Dans la chaleur de la nuit
Référencé mais toujours volontaire quand il s’agit de tenter avec audace des choses, Uncut Gems dynamite un langage cinématographique pour faire siens les enseignements de ses plus prestigieux aînés. En plus de 2h, sans jamais retomber, il nous entraîne dans la jungle new-yorkaise, se montre en permanence plus passionnant, outrancier et pertinent. En plein numéro d’équilibriste, les Safdie subliment leurs acteurs en leur laissant les coudées larges, mais aussi leur scénario et leur environnement.
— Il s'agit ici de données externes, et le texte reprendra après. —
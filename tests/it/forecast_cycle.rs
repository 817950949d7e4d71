//! The forecast cycle end to end, through the real HTTP server on a real
//! SQLite file: readings in, scheduled and triggered runs, uploads,
//! staleness, failures, exceedances and validators.

use std::time::{Duration, Instant};

use crate::common::{
    ReachApp, TestApp, assert_success, bridge_reach, json_of, reach_gauge, spawn_app_with,
    test_config,
};
use chrono::{DateTime, Utc};
use serde_json::{Value, json};

const REACH: &str = "test-reach";
const GAUGE: &str = "test-gauge";

/// The invented test reach: a 10 km trapezoidal channel with a bridge at
/// mid-reach and two thresholds (`common::bridge_reach`).
fn reach_doc() -> Value {
    bridge_reach("Test reach (invented)", "Test Bridge", GAUGE)
}

/// `debounce_ms`: 0 lets new readings run the forecast at once; tests that
/// drive runs themselves with `wait=true` use a long debounce so no
/// background run lands between their steps.
async fn setup(stale_after_minutes: u64, debounce_ms: u64) -> ReachApp {
    let gauge = reach_gauge("Test gauge", REACH, "discharge", 19.0, 2.0);
    ReachApp::start(
        |c| {
            c.forecast.debounce_ms = debounce_ms;
            c.forecast.stale_after_minutes = stale_after_minutes;
        },
        (REACH, &reach_doc()),
        (GAUGE, &gauge),
    )
    .await
}

/// Discharge readings every 15 minutes over `hours` up to `end`, rising
/// linearly from `q0` to `q1`.
fn rising(end: DateTime<Utc>, hours: i64, q0: f64, q1: f64) -> Value {
    let n = hours * 4;
    let readings: Vec<Value> = (0..=n)
        .map(|k| {
            let t = end - chrono::Duration::minutes(15 * (n - k));
            let q = q0 + (q1 - q0) * k as f64 / n as f64;
            json!({"time": t.to_rfc3339(), "discharge": q, "quality": "good"})
        })
        .collect();
    json!({ "readings": readings })
}

async fn post_readings(s: &ReachApp, body: &Value) {
    assert_success(s.app.post_readings(&s.keys.gauge, GAUGE, body).await).await;
}

/// The latest forecast of the test reach: status and body.
async fn forecast(app: &TestApp) -> (u16, Value) {
    app.get_json(&format!("/api/reaches/{REACH}/forecast"))
        .await
}

/// Waits (with a deadline) until the latest forecast satisfies `ok`.
async fn forecast_when(app: &TestApp, ok: impl Fn(&Value) -> bool) -> Value {
    let deadline = Instant::now() + Duration::from_secs(30);
    loop {
        let (status, body) = forecast(app).await;
        if status == 200 && ok(&body) {
            return body;
        }
        assert!(
            Instant::now() < deadline,
            "forecast never satisfied the condition: {body}"
        );
        tokio::time::sleep(Duration::from_millis(50)).await;
    }
}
Le tout sans jouer aux poseurs (c’est important). Le montage étant aussi prodigieux à plus d’un titre. Leur héros, cette figure douloureuse et parfois pathétique, mais néanmoins caractérisée par son extraordinaire résilience, sorte de Saul Goodman à la sauce diamantaire, devenant le pivot de cette fresque urbaine aux relents psychédéliques. Un tableau de maître, fourmillant de détails passionnants, dans lequel il est aisé et agréable de se perdre. On se laisse porter, admiratif, jusqu’au bout. Chef-d’œuvre ? Et pas qu’un peu !
En Bref…
Incroyable tour de force narratif et graphique, Uncut Gems s’impose comme l’un des derniers grands films new-yorkais. Un genre à part entière que les frères Safdie s’approprient pour nous livrer une sorte de gigantesque course-poursuite aux implications diverses et passionnantes. Un trip halluciné qui nous prouve pourtant qu’il a bel et bien les pieds sur terre, extrêmement précis et enivrant au possible, galvanisant, tantôt drôle ou plus tragique. Du grand cinéma.